What appeals to you in Civic Tech? “This is going to sound verbatim, but it combines two of my main interests: technology and civic-mindedness. I’ve always been drawn to technology, but at times I feel like technology creates as many problems as it solves. If we can use tech to improve how we live together, I’m in.”

What is a citizen proposal you have launched … or would like to launch one day? “I don’t identify as an activist, but lately, I’ve been playing with the idea of making a proposal to my city. I’d like them to consider to stop issuing a paper copy of the municipal newspaper for everyone, as most of them land in the bin right away. I don’t always have the time to read it myself and would rather subscribe to an online version (which already exists). For those who are not online, a system of stickers on the mailbox to indicate one’s preference could do. I’m still looking for the right place to submit the idea though…”

🇵🇹 Arian Pasquali, Applied NLP Engineer

What did you do before you arrived at CitizenLab? “For a long time, I worked as a Software Engineer, building systems for manufacturing management systems. Then, I made the switch to writing software for news and social media analytics. Somehow, analysing people’s opinions on the internet fascinated me way more than manufacturing plants. But I wanted to gain a better understanding of how to build better systems that are capable of understanding the human language. So I left the industry and went back to the university to finish a Master’s Degree in Data Mining and Natural Language Processing. After that, I spent these last few years doing research and supporting colleagues in journalism and political movements on Facebook.”

What appeals to you in Civic Tech? “We live in the so-called Information Era and have all the knowledge of the human consciousness at our fingertips. Yet, somehow, democracies are suffering from misinformation and incredulity. I want to use my expertise to make sure citizens can voice their opinions and improve their communities. That is a privilege, and I can’t think of anything more interesting to be doing right now.”

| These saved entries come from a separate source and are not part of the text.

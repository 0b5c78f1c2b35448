//! The section inspector: the resampled normal section with the scalae outlines, the partition
//! line and the values; per-section overrides (exclude, seeds, levels) are set here.

use super::doc::Doc;
use super::{Cmd, palette};
use ductline::measure::Override;
use ductline::section;
use egui::{Color32, Pos2, Rect, Sense, Stroke, pos2, vec2};

#[derive(Default)]
pub struct Inspector {
    tex: Option<(String, egui::TextureHandle)>,
    /// Which seed a click in the image sets.
    pub seed_mode: bool,
}

impl Inspector {
    pub fn inspector_ui(&mut self, ui: &mut egui::Ui, doc: &Doc, sel: Option<usize>) -> Vec<Cmd> {
        let mut cmds = vec![];
        let Some(out) = &doc.outcome else {
            ui.label("Measure first, then click the duct profile to inspect a section.");
            return cmds;
        };
        let Some(i) = sel.filter(|i| *i < out.rows.len()) else {
            ui.label("Click a position in the duct profile to inspect its section.");
            return cmds;
        };
        let (row, g) = (&out.rows[i], &out.geoms[i]);
        ui.horizontal(|ui| {
            if ui.button("<").on_hover_text("Previous section").clicked() && i > 0 {
                cmds.push(Cmd::SelectRow(Some(i - 1)));
            }
            ui.strong(format!("section {} of {}", i + 1, out.rows.len()));
            if ui.button(">").on_hover_text("Next section").clicked() && i + 1 < out.rows.len() {
                cmds.push(Cmd::SelectRow(Some(i + 1)));
            }
        });
        egui::Grid::new("section-values").num_columns(2).striped(true).show(ui, |ui| {
            let f = |x: Option<f64>, u: &str| x.map(|v| format!("{v:.4} {u}")).unwrap_or_else(|| "—".into());
            let bare = |x: Option<f64>| x.map_or("—".into(), |v| format!("{v:.4}"));
            for (k, v) in [
                ("s", f(Some(row.s_mm), "mm")),
                ("angle", f(Some(row.angle_deg), "°")),
                ("frequency", format!("{:.0} Hz", row.cf_hz)),
                ("SV area", f(row.sv.area, "mm²")),
                ("ST area", f(row.st.area, "mm²")),
                (
                    "this section alone, SV / ST",
                    match (row.sv.own_area, row.st.own_area) {
                        (None, None) => "—".into(),
                        (a, b) => format!("{} / {} mm²", bare(a), bare(b)),
                    },
                ),
                ("partition width", f(row.partition_width_mm, "mm")),
                ("wall", f(row.wall_mm, "mm")),
                ("levels lumen / soft tissue / bone", {
                    let l = row.levels;
                    if [l.lumen, l.tissue, l.bone].iter().all(|x| x.is_finite()) {
                        format!("{:.0} / {:.0} / {:.0}", l.lumen, l.tissue, l.bone)
                    } else {
                        "—".into()
                    }
                }),
                ("flags", if row.flags.is_empty() { "sound".into() } else { row.flag_words() }),
            ] {
                ui.label(k);
                ui.label(v);
                ui.end_row();
            }
        });
        let ov = doc.overrides.iter().find(|o| (o.s_mm - row.s_mm).abs() < 1e-6).cloned().unwrap_or(Override { s_mm: row.s_mm, ..Default::default() });
        ui.horizontal(|ui| {
            let mut ex = ov.exclude;
            if ui.checkbox(&mut ex, "exclude").on_hover_text("Leave this section out of the table (its values become blank, flagged 'excluded')").changed() {
                cmds.push(Cmd::SetOverride(Override { exclude: ex, ..ov.clone() }));
            }
            ui.toggle_value(&mut self.seed_mode, "place seeds")
                .on_hover_text("Click in the section: above the partition line sets the SV seed, below sets the ST seed");
            if ui.button("clear overrides").on_hover_text("Forget this section's overrides").clicked() {
                cmds.push(Cmd::ClearOverride(row.s_mm));
            }
        });
        ui.horizontal(|ui| {
            let mut fixed = ov.levels.is_some();
            // a section measured without levels (excluded, or too little contrast) starts from
            // the stack's value range
            let found = [row.levels.lumen, row.levels.bone];
            let start = if found.iter().all(|x| x.is_finite()) { found } else { [doc.range.0, doc.range.1] };
            let mut lv = ov.levels.unwrap_or(start);
            let c = ui.checkbox(&mut fixed, "fixed levels").on_hover_text("Use these fluid and bone grey levels for this section instead of finding them");
            let l = ui.label("fluid");
            let a = ui.add_enabled(fixed, egui::DragValue::new(&mut lv[0]).speed(10.0)).labelled_by(l.id).on_hover_text("Grey level of fluid in this section");
            let l = ui.label("bone");
            let b = ui.add_enabled(fixed, egui::DragValue::new(&mut lv[1]).speed(10.0)).labelled_by(l.id).on_hover_text("Grey level of bone in this section");
            let new = fixed.then_some(lv);
            if (c.changed() || a.changed() || b.changed()) && new != ov.levels && lv.iter().all(|x| x.is_finite()) {
                cmds.push(Cmd::SetOverride(Override { levels: new, ..ov.clone() }));
            }
        });
        // the section image
        let key = format!("{}:{:.6}:{:.6}", i, row.s_mm, row.half_mm);
        if row.half_mm > 0.0 && self.tex.as_ref().map(|t| &t.0) != Some(&key) {
            let grid = section::section_grid(g, row.half_mm, row.pitch_mm);
            let vals = section::resample(&doc.stack, &grid);
            let lv = row.levels;
            let span = (lv.bone - lv.lumen).abs().max(1.0);
            let img = super::tracing::to_image([grid.nu, grid.nv], &vals, [lv.lumen - 0.25 * span, lv.bone + 0.25 * span]);
            self.tex = Some((key, ui.ctx().load_texture("section", img, egui::TextureOptions::LINEAR)));
        }
        let side = ui.available_width().min(ui.available_height()).max(100.0);
        let (rect, resp) = ui.allocate_exact_size(vec2(side, side), Sense::click());
        resp.widget_info(|| egui::WidgetInfo::labeled(egui::Role::Image, true, "Section image"));
        let painter = ui.painter_at(rect);
        painter.rect_filled(rect, 0.0, palette::VIEW_BG);
        let Some((_, tex)) = &self.tex else { return cmds };
        // image rows go with +v (apex side) downward in the grid: flip so the apex side is up
        painter.image(tex.id(), rect, Rect::from_min_max(pos2(0.0, 1.0), pos2(1.0, 0.0)), Color32::WHITE);
        let h = row.half_mm as f32;
        let to_screen = |q: [f64; 2]| pos2(rect.center().x + q[0] as f32 / h * 0.5 * rect.width(), rect.center().y - q[1] as f32 / h * 0.5 * rect.height());
        let from_screen =
            |p: Pos2| [((p.x - rect.center().x) / (0.5 * rect.width()) * h) as f64, (-(p.y - rect.center().y) / (0.5 * rect.height()) * h) as f64];
        for (sc, col) in [(&row.sv, palette::SERIES[0]), (&row.st, palette::SERIES[1])] {
            if !sc.outline.is_empty() {
                let mut pts: Vec<Pos2> = sc.outline.iter().map(|q| to_screen(*q)).collect();
                pts.push(pts[0]);
                painter.add(egui::Shape::line(pts, Stroke::new(1.5, col)));
            }
            if let Some(s) = sc.seed {
                painter.circle_filled(to_screen(s), 3.5, col);
            }
        }
        let (a, b) = (row.lamina_uv, row.ligament_uv);
        let d = [b[0] - a[0], b[1] - a[1]];
        let far = |t: f64| [a[0] + t * d[0], a[1] + t * d[1]];
        painter.line_segment([to_screen(far(-3.0)), to_screen(far(4.0))], Stroke::new(0.8, Color32::from_white_alpha(90)));
        painter.line_segment([to_screen(a), to_screen(b)], Stroke::new(2.0, palette::CENTRE));
        painter.circle_filled(to_screen(a), 4.0, palette::LAMINA);
        painter.circle_filled(to_screen(b), 4.0, palette::LIGAMENT);
        if self.seed_mode
            && resp.clicked()
            && let Some(p) = resp.interact_pointer_pos()
        {
            let q = from_screen(p);
            let above = (q[0] - a[0]) * (-d[1]) + (q[1] - a[1]) * d[0];
            let above = if d[0] >= 0.0 { above > 0.0 } else { above < 0.0 };
            let o = if above { Override { seed_sv: Some(q), ..ov } } else { Override { seed_st: Some(q), ..ov } };
            cmds.push(Cmd::SetOverride(o));
        }
        resp.on_hover_text("Normal section: apex side up, partition line in yellow-green, SV and ST outlines");
        cmds
    }
}
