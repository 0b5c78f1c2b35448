//! NRRD (.nrrd; .nhdr with a detached data file) and MetaImage (.mha; .mhd with a detached data
//! file) volumes: a text header of `key: value` (NRRD) or `Key = Value` (MetaImage) lines, then
//! raw samples, plain or compressed (NRRD gzip; MetaImage zlib). Both are read by their published
//! field names with a small parser of our own. The index-to-world transform (NRRD space
//! directions and space origin; MetaImage TransformMatrix, ElementSpacing and Offset) is kept as
//! [`super::World`]; the stack frame itself stays (i·vx, j·vy, k·vz).

use super::raw::{self, Kind};
use super::{LoadOptions, Stack, VoxelSize, VoxelSource, World};
use crate::progress::Progress;
use crate::{Error, Result};
use std::io::Read;
use std::path::{Path, PathBuf};

/// True for the file names this reader takes.
pub(super) fn claims(path: &Path) -> bool {
    let name = path.file_name().map(|n| n.to_string_lossy().to_lowercase()).unwrap_or_default();
    [".nrrd", ".nhdr", ".mha", ".mhd"].iter().any(|e| name.ends_with(e))
}

/// How the samples are stored.
#[derive(Clone, Copy, PartialEq)]
enum Encoding {
    Raw,
    Gzip,
    Zlib,
}

/// What the header says.
struct Head {
    dims: [usize; 3],
    kind: Kind,
    big_endian: bool,
    encoding: Encoding,
    /// The file holding the samples (the header's own for attached data).
    data_file: PathBuf,
    /// Where the samples start in the data file (before inflating); None: at its end (NRRD
    /// `byte skip: -1`).
    offset: Option<u64>,
    /// Bytes to skip after inflating (NRRD `byte skip` with compressed data).
    skip_inflated: u64,
    voxel_mm: Option<[f64; 3]>,
    world: Option<World>,
    notes: Vec<String>,
}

What is a citizen proposal you have launched … or would like to launch one day? “As a side-project, I’ve developed a system that allows everyone to follow the proposals and discussions taking place in the Portuguese Parliament. This helped me to see that people want to be more involved in politics, but need easier tools to do so. At a local level, I’ve been brainstorming about ways to improve urban agriculture and farming in urban spaces. One day, I hope to learn how to launch my idea. I think I’ve come to the right place!”